■ **YOUR INSTRUCTIONS**: Lines with "objects": how many are there in the listing below? Reply with the number only.

■ **SOURCE MATERIAL**:
|---|
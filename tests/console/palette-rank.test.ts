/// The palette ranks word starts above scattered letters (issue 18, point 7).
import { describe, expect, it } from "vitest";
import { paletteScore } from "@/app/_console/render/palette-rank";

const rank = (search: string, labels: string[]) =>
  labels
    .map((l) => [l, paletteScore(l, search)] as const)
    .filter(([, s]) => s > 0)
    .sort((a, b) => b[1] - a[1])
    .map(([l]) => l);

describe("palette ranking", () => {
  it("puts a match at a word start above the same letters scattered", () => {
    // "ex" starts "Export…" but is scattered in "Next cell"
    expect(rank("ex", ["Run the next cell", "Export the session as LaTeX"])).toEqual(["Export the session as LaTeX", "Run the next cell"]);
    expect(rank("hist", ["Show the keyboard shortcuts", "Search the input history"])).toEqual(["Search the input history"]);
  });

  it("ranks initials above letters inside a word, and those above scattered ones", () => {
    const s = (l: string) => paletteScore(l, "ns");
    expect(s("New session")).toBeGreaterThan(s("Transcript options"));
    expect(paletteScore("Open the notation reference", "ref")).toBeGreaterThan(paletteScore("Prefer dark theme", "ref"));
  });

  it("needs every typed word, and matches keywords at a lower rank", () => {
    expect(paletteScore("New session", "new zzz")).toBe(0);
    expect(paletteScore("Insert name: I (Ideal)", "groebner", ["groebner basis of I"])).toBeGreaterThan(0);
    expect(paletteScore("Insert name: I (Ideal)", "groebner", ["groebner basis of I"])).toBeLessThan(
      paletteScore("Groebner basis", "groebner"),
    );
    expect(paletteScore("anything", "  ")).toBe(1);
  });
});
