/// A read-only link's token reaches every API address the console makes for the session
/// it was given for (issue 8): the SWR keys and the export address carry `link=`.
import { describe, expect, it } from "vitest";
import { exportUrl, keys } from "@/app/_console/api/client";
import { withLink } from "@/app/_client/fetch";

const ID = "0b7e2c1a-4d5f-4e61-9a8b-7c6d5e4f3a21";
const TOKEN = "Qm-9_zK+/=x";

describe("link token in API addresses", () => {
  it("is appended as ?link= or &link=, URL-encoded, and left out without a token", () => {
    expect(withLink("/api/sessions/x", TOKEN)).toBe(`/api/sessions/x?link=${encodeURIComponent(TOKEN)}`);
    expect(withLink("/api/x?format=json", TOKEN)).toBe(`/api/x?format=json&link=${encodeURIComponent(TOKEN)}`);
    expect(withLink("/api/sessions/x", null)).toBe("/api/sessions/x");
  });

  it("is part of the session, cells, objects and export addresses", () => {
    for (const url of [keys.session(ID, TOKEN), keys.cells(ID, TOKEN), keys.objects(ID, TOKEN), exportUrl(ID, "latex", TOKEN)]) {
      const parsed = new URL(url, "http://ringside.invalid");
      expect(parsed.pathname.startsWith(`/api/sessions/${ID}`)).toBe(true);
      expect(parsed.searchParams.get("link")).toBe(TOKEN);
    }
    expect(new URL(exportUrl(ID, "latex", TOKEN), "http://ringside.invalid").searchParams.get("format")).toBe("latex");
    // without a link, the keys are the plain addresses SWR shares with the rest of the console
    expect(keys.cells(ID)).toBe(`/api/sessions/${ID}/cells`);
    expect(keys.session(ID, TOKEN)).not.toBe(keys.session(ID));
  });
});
|---|
■ **SOLUTION**: 2